En fin, on projette les données sur ces deux composantes:
plt.figure(figsize=(8,6))
for target in np.unique(y):
plt.scatter(
X_pca[y == target, 0],
X_pca[y == target, 1],
label=iris.target_names[target]
)
plt.xlabel("Composante principale 1")
plt.ylabel("Composante principale 2")
plt.title("Projection PCA du dataset Iris")
plt.legend()
plt.show()
On obtient une représentation 2D où les espèces d’Iris apparaissent relativement séparées, ce qui illustre comment la PCA permet de révéler la structure cachée des données tout en réduisant leur complexité.
Dans ce graphique, les axes Composante principale 1 et Composante principale 2 correspondent aux deux directions de variance maximale trouvées par la PCA.
- Composante principale 1 (PC1): est l’axe qui capture la plus grande part de la variance des données. Dans le cas d’Iris, il combine linéairement les quatre variables (longueur/largeur sépales et pétales) pour former une nouvelle dimension qui explique le maximum de différences entre les fleurs.
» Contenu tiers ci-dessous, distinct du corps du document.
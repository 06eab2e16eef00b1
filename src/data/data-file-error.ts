// Errors in a data file of the user's own: the place (file, line, column) comes first, so that
// an editor or a person goes straight to it. Code E_DATA_FILE, an input error (exit code 2).

import { DataError } from './data-error.js';

export interface DataFilePlace {
  file: string;
  /** 1-based; absent when the whole file is at fault */
  line?: number;
  /** 1-based column number, and its name when the file has one */
  column?: { number: number; name?: string };
}

function placeText({ file, line, column }: DataFilePlace): string {
  let text = file;
  if (line !== undefined) text += `, line ${line}`;
  if (column !== undefined)
    text += `, column ${column.number}${column.name === undefined ? '' : ` ("${column.name}")`}`;
  return text;
}

export function dataFileError(place: DataFilePlace, reason: string): DataError {
  return new DataError('E_DATA_FILE', `${placeText(place)}: ${reason}`, 'data.path');
}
- Composante principale 2 (PC2): est l’axe orthogonal au premier, qui capture la deuxième plus grande part de variance restante. Il complète PC1 pour donner une vue en deux dimensions qui conserve l’essentiel de l’information.
On affiche également la proportion de variance capturée par chaque composante principale:
print("Variance expliquée :", pca.explained_variance_ratio_)
En PCA, c’est un indicateur crucial: il permet de savoir combien d’information des données originales est conservée dans les nouvelles dimensions.
Variance expliquée : [0.72962445 0.22850762]
On voit que la Composante principale 1 explique environ 73% de la variance totale, tandis que la Composante principale 2 en explique environ 23%. Cela signifie qu’en réduisant les 4 dimensions initiales du dataset Iris à seulement 2 axes, on conserve plus de 96% de l’information.
Cette forte proportion justifie pleinement l’utilisation de la PCA: la projection en deux dimensions reste représentative des données originales et permet de visualiser clairement la structure et la séparation entre les espèces d’Iris, tout en simplifiant l’analyse.